I don't know the details of Python's resolution algorithm, but for Cargo (which is where epage is coming from) a lockfile (which is encoded in TOML) can be somewhat large-ish, maybe pushing 100 kilobytes (to the point where I'm curious if epage has benchmarked to see if lockfile parsing is noticeable in the flamegraph).
But once you have a lock file there is no resolution needed, is there? It lists all needed libs and their versions. Given how toml is written, I imagine you can read it incrementally - once a lib section is parsed, you can download it in parallel, even if you didn't parse the whole file yet.
(not sure how uv does it, just guessing what can be done)
- synchronization operations are implicit so we need to re-resolve to confirm the lockfile is still valid. We could take some short cut but it would require re-implementing some logic
- dependency resolution only uses `Cargo.toml` for local and git dependencies. Registry dependencies have a json summary of what content is relevant for dependency resolution. Cargo parses nearly every locked package's `Cargo.toml` to know how to build it.
I'm not sure if it even makes sense for a TOML file to be "read incrementally", because of the weird feature of TOML (inherited from INI conventions) that allow tables to be defined in a piecemeal, out-of-order fashion. Here's an example that the TOML spec calls "valid, but discouraged":
[fruit.apple]
[animal]
[fruit.orange]
So the only way to know that you have all the keys in a given table is to literally read the entire file. This is one of those unfortunate things in TOML that I would honestly ignore if I were writing my own TOML parser, even if it meant I wasn't "compliant".
I don't think that's worse than having to search an arbitrary distance for a matching closing bracket. There are tasks where you can start working knowing that a given array in the data might be appended to later (similarly for objects).

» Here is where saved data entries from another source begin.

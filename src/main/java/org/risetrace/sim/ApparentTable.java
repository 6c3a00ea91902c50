package org.risetrace.sim;

import org.risetrace.calibration.EmissivityCorrection;

/**
 * Object temperature to apparent temperature (what a camera set to emissivity 1 reports) for one emissivity and
 * reflected temperature, through {@link EmissivityCorrection#apparentCelsius}, tabulated at 0.05 K steps over the
 * run's range and interpolated linearly (the mapping is smooth: the interpolation error is far below 1 mK).
 * That method integrates Planck's law over the camera band: L(T_app) = e L(T_obj) + (1 - e) L(T_refl).
 */
final class ApparentTable {
    static final double STEP_K = 0.05;
    private final double loC;
    private final double emissivity, reflectedC;
    private final double[] bandUm;
    private final boolean identity;
    /** Entry i holds the apparent temperature at loC + i * STEP_K; replaced by a longer copy when a hotter object comes. */
    private volatile float[] table;

    ApparentTable(double emissivity, double reflectedC, double[] bandUm, double loC, double hiC) {
        this.loC = loC;
        this.emissivity = emissivity;
        this.reflectedC = reflectedC;
        this.bandUm = bandUm.clone();
        this.identity = emissivity >= 1.0;
        this.table = identity ? null : fill(new float[0], (int) Math.ceil((hiC - loC) / STEP_K) + 2);
    }

    /** Extends the table to n entries; every entry depends on its index only, so the result is deterministic. */
    private float[] fill(float[] old, int n) {
        float[] t = java.util.Arrays.copyOf(old, n);
        for (int i = old.length; i < n; i++)
            t[i] = (float) EmissivityCorrection.apparentCelsius(loC + i * STEP_K, emissivity, reflectedC, bandUm);
        return t;
    }

    private synchronized float[] grow(double objectC) {
        float[] t = table;
        int need = (int) Math.ceil((objectC - loC) / STEP_K) + 2;
        if (need > t.length) table = t = fill(t, Math.max(need, t.length + t.length / 2));
        return t;
    }

    double apply(double objectC) {
        if (identity) return objectC;
        float[] t = table;
        double f = (objectC - loC) / STEP_K;
        if (f < 0) f = 0;
        if (f > t.length - 1) t = grow(objectC);
        int last = t.length - 1;
        if (f > last) f = last;
        int i = Math.min((int) f, last - 1);
        double a = f - i;
        return t[i] + a * (t[i + 1] - t[i]);
    }
}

It's worse than having to parse a matching bracket, because any context where you have an item defined via nested brackets is going to be a subset of this use case. But yes, that doesn't mean you couldn't do some theoretical eager processing, but it's going to be context dependent. For example, consider a Cargo.toml file, where we've processed the `features` key for a given dependency. Is it safe to begin compiling that dependency with the given set of features before we finish parsing the file? No, because there might be a `default-features=false` key that applies to this dependency later in the file. In a format where tables weren't allowed to be split, the mere act of parsing a single, self-contained dependency entry would be enough to know for certain that no such `default-features` key exists. Not all potential keys are going to require this sort of consideration, but it could be a footgun depending on the semantics of your schema.
I don't know the details of Python's resolution algorithm, but for Cargo (which is where epage is coming from) a lockfile (which is encoded in TOML) can be somewhat large-ish, maybe pushing 100 kilobytes (to the point where I'm curious if epage has benchmarked to see if lockfile parsing is noticeable in the flamegraph).